Task item
Copy the lines below exactly. Start at the first and finish with the line containing "psi omega ' +".

[Dataset entries]
Content starts

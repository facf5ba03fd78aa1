import type { Kysely, RawBuilder, Transaction } from 'kysely'
import type { Tables } from '../tables.ts'

/** Where the two databases differ, each difference named once. All other SQL is the same. */
export type Capabilities = {
  readonly name: 'sqlite' | 'postgres'
  /** Whether one service alone serves the database: what it left unfinished when it ended is nobody's. */
  readonly alone: boolean
  /** Column type of bytes, and of text that sorts by code points whatever the locale. */
  readonly blob: RawBuilder<unknown>
  readonly text: RawBuilder<unknown>
  /** Holds off other processes that migrate, until the transaction ends. */
  readonly lockMigrations: (db: Transaction<Tables>) => Promise<void>
  /** The row of a project, held until the transaction ends. */
  readonly lockProject: (db: Transaction<Tables>, slug: string) => Promise<Tables['projects'] | undefined>
  /** Statements that make a table refuse UPDATE and DELETE. */
  readonly immutable: (table: string) => readonly RawBuilder<unknown>[]
  /** Bytes that the database takes on disk. */
  readonly size: (db: Kysely<Tables>) => Promise<number>
}
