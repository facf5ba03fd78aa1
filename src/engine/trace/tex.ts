/** TeX of the atoms of a line: symbols, numbers, units. */

const GREEK = new Set(
  (
    'alpha beta gamma delta epsilon zeta eta theta iota kappa lambda mu nu xi pi rho sigma tau upsilon phi chi psi omega ' +
    'Gamma Delta Theta Lambda Xi Pi Sigma Upsilon Phi Psi Omega'
  ).split(' '),
)
/** The forms that the trade writes, where TeX has two. */
const VARIANTS: Readonly<Record<string, string>> = { phi: 'varphi', epsilon: 'varepsilon' }
const greek = (name: string): string | undefined => (GREEK.has(name) ? `\\${VARIANTS[name] ?? name}` : undefined)
/** Subscripts that count or name an axis are set like variables, all others like words. */
const RUNNING = new Set(['i', 'j', 'x', 'y', 'z'])
const SPECIAL: Readonly<Record<string, string>> = {
  '\\': '\\textbackslash{}',
  '~': '\\textasciitilde{}',
  '^': '\\textasciicircum{}',
}
const words = (text: string) => `\\text{${text.replace(/[\\~^]|[#$%&_{}]/g, (c) => SPECIAL[c] ?? `\\${c}`)}}`
const isWord = (text: string) => /^[A-Za-z0-9]+$/.test(text)

function subscript(part: string): string {
  return greek(part) ?? (RUNNING.has(part) || /^\d+$/.test(part) ? part : `\\mathrm{${part}}`)
}

/** `c_u` with a subscript, `sigma_v` in Greek, `OCR` upright; a symbol that is words stays words. */
export function texSymbol(symbol: string): string {
  const [head = '', ...below] = symbol.split('_')
  if (!/^[A-Za-z][A-Za-z0-9]*$/.test(head) || !below.every(isWord)) return words(symbol)
  const base = greek(head) ?? (head.length === 1 ? head : `\\mathrm{${head}}`)
  return below.length === 0 ? base : `${base}_{${below.map(subscript).join(', ')}}`
}

/** A number as printed by JavaScript, but with a power of ten below 0.001 and from a million. */
export function texNumber(value: number): string {
  const size = Math.abs(value)
  if (size === 0) return '0'
  if (size >= 1e-3 && size < 1e6) return String(value)
  const [mantissa = '', exponent = ''] = value.toExponential().split('e')
  const power = `10^{${Number(exponent)}}`
  if (mantissa === '1') return power
  return mantissa === '-1' ? `-${power}` : `${mantissa} \\times ${power}`
}

/** A UCUM code upright, powers raised; empty for a ratio. An unknown code is set as words. */
export function texUnit(code: string): string {
  if (code === '1') return ''
  if (code === 'deg') return '^{\\circ}'
  if (!/^[A-Za-z0-9./()]+$/.test(code)) return words(code)
  return code
    .replace(/[A-Za-z]+/g, (name) => `\\mathrm{${name}}`)
    .replace(/\}(\d)/g, '}^{$1}')
    .replaceAll('.', ' \\cdot ')
}

/** A number and its unit, a thin space between; degrees stand close. */
export function texQuantity(number: string, unit: string): string {
  if (unit === '') return number
  return unit.startsWith('^') ? `${number}${unit}` : `${number}\\,${unit}`
}
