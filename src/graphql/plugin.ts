import { readFile } from 'node:fs/promises'
import type { FastifyInstance } from 'fastify'
import { getOperationAST } from 'graphql'
import mercurius from 'mercurius'
import type { Context } from './context.ts'
import { costOf } from './cost.ts'
import { type FormatOptions, formatError } from './error-format.ts'
import { explorerRoute } from './explorer/explorer-route.ts'
import { graphqlRoute, type RouteOptions } from './graphql-route.ts'
import { cachedDocuments, limits } from './limits.ts'
import { resolvers } from './resolvers.ts'
import { documentLimits, noIntrospection, tooCostly } from './validation-rules.ts'

export type GraphqlOptions = {
  /** True: no introspection, no suggestions, no explorer. */
  readonly production: boolean
  readonly actorOf: RouteOptions['actorOf']
  readonly office: RouteOptions['office']
}

/** GraphQL at /graphql. The route is our own, because that of mercurius coerces, batches and negotiates otherwise. */
export async function graphqlPlugin(app: FastifyInstance, options: GraphqlOptions): Promise<void> {
  const { production, actorOf, office } = options
  const format: FormatOptions = { production, report: (err) => app.log.error({ err }, 'GraphQL failed') }
  const bodyBytes = app.initialConfig.bodyLimit ?? 1_048_576
  // The declared type of mercurius knows fewer options than the validator of graphql, which gets them all.
  const validateOptions: { maxErrors?: number } & { hideSuggestions: boolean } = { hideSuggestions: production }
  await app.register(mercurius, {
    schema: await readFile(new URL('../../schema/schema.graphql', import.meta.url), 'utf8'),
    resolvers: resolvers(bodyBytes) as Parameters<typeof app.graphql.defineResolvers>[0],
    routes: false,
    // Lets its resolvers subscribe; the socket is our own, like the route.
    subscription: true,
    // Compiled aside, after the second use. Compiled at a use of its own (a number here), that use skips the check of
    // the variables, and a misfit fails without a reason.
    jit: { minCount: 2, eluThreshold: 1 },
    cache: cachedDocuments,
    validationRules: production ? [documentLimits, noIntrospection] : [documentLimits],
    graphql: { parseOptions: { maxTokens: limits.tokens }, validateOptions },
    errorFormatter: (execution) => ({
      statusCode: 200,
      response: {
        data: execution.data,
        errors: execution.errors?.map((error) => formatError(error, format)),
      } as never,
    }),
  })
  // The rules of a document do not see its variables; with them the cost of its lists is known.
  app.graphql.addHook('preExecution', async (schema, document, context, variables) => {
    const { operationName } = context as unknown as Context
    const operation = getOperationAST(document, operationName)
    const costly = operation && tooCostly(costOf(schema, document, operation, variables))
    if (costly) throw costly
  })
  await app.register(async (scope) => graphqlRoute(scope, { ...format, actorOf, office }))
  if (!production) await app.register(explorerRoute)
}
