import { stratumAt } from '../../../src/engine/ground/depths.ts'
import type { GroundProfile, Layer } from '../../../src/engine/ground/profile-types.ts'
import type { BaseMethod, ShaftMethod } from '../../../src/engine/methods/method.ts'
import { baseMethods, shaftMethods } from '../../../src/engine/methods/registry.ts'
import type { Notice } from '../../../src/engine/notice.ts'
import type { Installation, Section } from '../../../src/engine/piles/pile-type.ts'
import { calculatorPlaces, type ResistanceJob } from '../../../src/engine/resistance/job.ts'
import { contextAt, site } from '../../../src/engine/resistance/site.ts'
import { Sheet } from '../../../src/engine/trace/sheet.ts'
import type { Step } from '../../../src/engine/trace/step.ts'
import type { Term } from '../../../src/engine/trace/term.ts'

export type Place = {
  /** One layer without end, or a whole profile. */
  readonly ground: Layer | GroundProfile
  readonly section?: Section
  readonly length?: number
  readonly installation?: Installation
  readonly direction?: 'compression' | 'uplift'
  /** Depth of the point on the shaft; a base stands at the toe. */
  readonly depth?: number
  /** Breadth and length of a base, for a block. */
  readonly breadth?: number
  readonly blockLength?: number
  readonly settings?: Readonly<Record<string, number>>
}
export type Met = {
  readonly value: number
  readonly steps: readonly Step[]
  readonly notices: readonly Notice[]
  /** Value of the step of this symbol; throws when there is none. */
  readonly step: (symbol: string) => number
}

/** The engine's own site and context on a recording sheet, and the method asked for there. */
function meet(place: Place, ask: (sheet: Sheet, job: ResistanceJob) => Term<'kPa'>): Met {
  const notices: Notice[] = []
  const sheet = Sheet.recording()
  const job: ResistanceJob = {
    pile: {
      section: place.section ?? { shape: 'circular', diameter: 1 },
      length: place.length ?? 10,
      installation: place.installation ?? 'driven',
    },
    ground: 'layers' in place.ground ? place.ground : { layers: [place.ground] },
    methods: {},
    direction: place.direction ?? 'compression',
    at: calculatorPlaces,
    notice: (n) => notices.push(n),
  }
  const { value } = ask(sheet, job)
  const step = (symbol: string) => {
    const found = sheet.steps.filter((s) => s.symbol === symbol)
    if (found.length === 0) throw new Error(`no step ${symbol}`)
    return found.at(-1)!.value
  }
  return { value, steps: sheet.steps, notices, step }
}

const metres = (sheet: Sheet, symbol: string, value: number) =>
  sheet.within('place').input({ symbol, name: symbol, unit: 'm' }, value, '/place', symbol)

export const onShaft = (role: keyof typeof shaftMethods, id: string, place: Place): Met =>
  meet(place, (sheet, job) => {
    const method = (shaftMethods[role] as Readonly<Record<string, ShaftMethod>>)[id]!
    const s = site(sheet, job)
    const depth = metres(sheet, 'z', place.depth ?? 5)
    const chosen = { method, settings: place.settings ?? {}, pointer: `/methods/${role}`, role }
    const extra = { diameter: s.section.width, toeDepth: s.toeDepth }
    return method.unitShaftResistance(
      contextAt(s, sheet.within('shaft'), stratumAt(s.layers, depth.value)!, depth, chosen, extra),
    )
  })

export const onBase = (role: keyof typeof baseMethods, id: string, place: Place): Met =>
  meet(place, (sheet, job) => {
    const method = (baseMethods[role] as Readonly<Record<string, BaseMethod>>)[id]!
    const s = site(sheet, job)
    const breadth = place.breadth === undefined ? s.section.baseWidth : metres(sheet, 'B', place.breadth)
    const length = place.blockLength === undefined ? breadth : metres(sheet, 'L_g', place.blockLength)
    const chosen = { method, settings: place.settings ?? {}, pointer: `/methods/${role}`, role }
    return method.unitBaseResistance(
      contextAt(s, sheet.within('base'), stratumAt(s.layers, s.toeDepth.value)!, s.toeDepth, chosen, {
        breadth,
        length,
      }),
    )
  })

export const clay = (undrainedShearStrength: number, more: object = {}): Layer => ({
  name: 'clay',
  soil: 'cohesive',
  unitWeight: 20,
  undrainedShearStrength,
  ...more,
})
export const sand = (more: object): Layer => ({ name: 'sand', soil: 'granular', unitWeight: 20, ...more })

Content ends

Solution to this problem
repository facf5ba03fd78aa1
import type { Kysely, RawBuilder, Transaction } from 'kysely'
import type { Tables } from '../tables.ts'

/** Where the two databases differ, each difference named once. All other SQL is the same. */
export type Capabilities = {
  readonly name: 'sqlite' | 'postgres'
  /** Whether one service alone serves the database: what it left unfinished when it ended is nobody's. */
  readonly alone: boolean
  /** Column type of bytes, and of text that sorts by code points whatever the locale. */
  readonly blob: RawBuilder<unknown>
  readonly text: RawBuilder<unknown>
  /** Holds off other processes that migrate, until the transaction ends. */
  readonly lockMigrations: (db: Transaction<Tables>) => Promise<void>
  /** The row of a project, held until the transaction ends. */
  readonly lockProject: (db: Transaction<Tables>, slug: string) => Promise<Tables['projects'] | undefined>
  /** Statements that make a table refuse UPDATE and DELETE. */
  readonly immutable: (table: string) => readonly RawBuilder<unknown>[]
  /** Bytes that the database takes on disk. */
  readonly size: (db: Kysely<Tables>) => Promise<number>
}
repository facf5ba03fd78aa1
filename src/engine/trace/tex.ts
/** TeX of the atoms of a line: symbols, numbers, units. */

const GREEK = new Set(
  (
    'alpha beta gamma delta epsilon zeta eta theta iota kappa lambda mu nu xi pi rho sigma tau upsilon phi chi psi omega ' +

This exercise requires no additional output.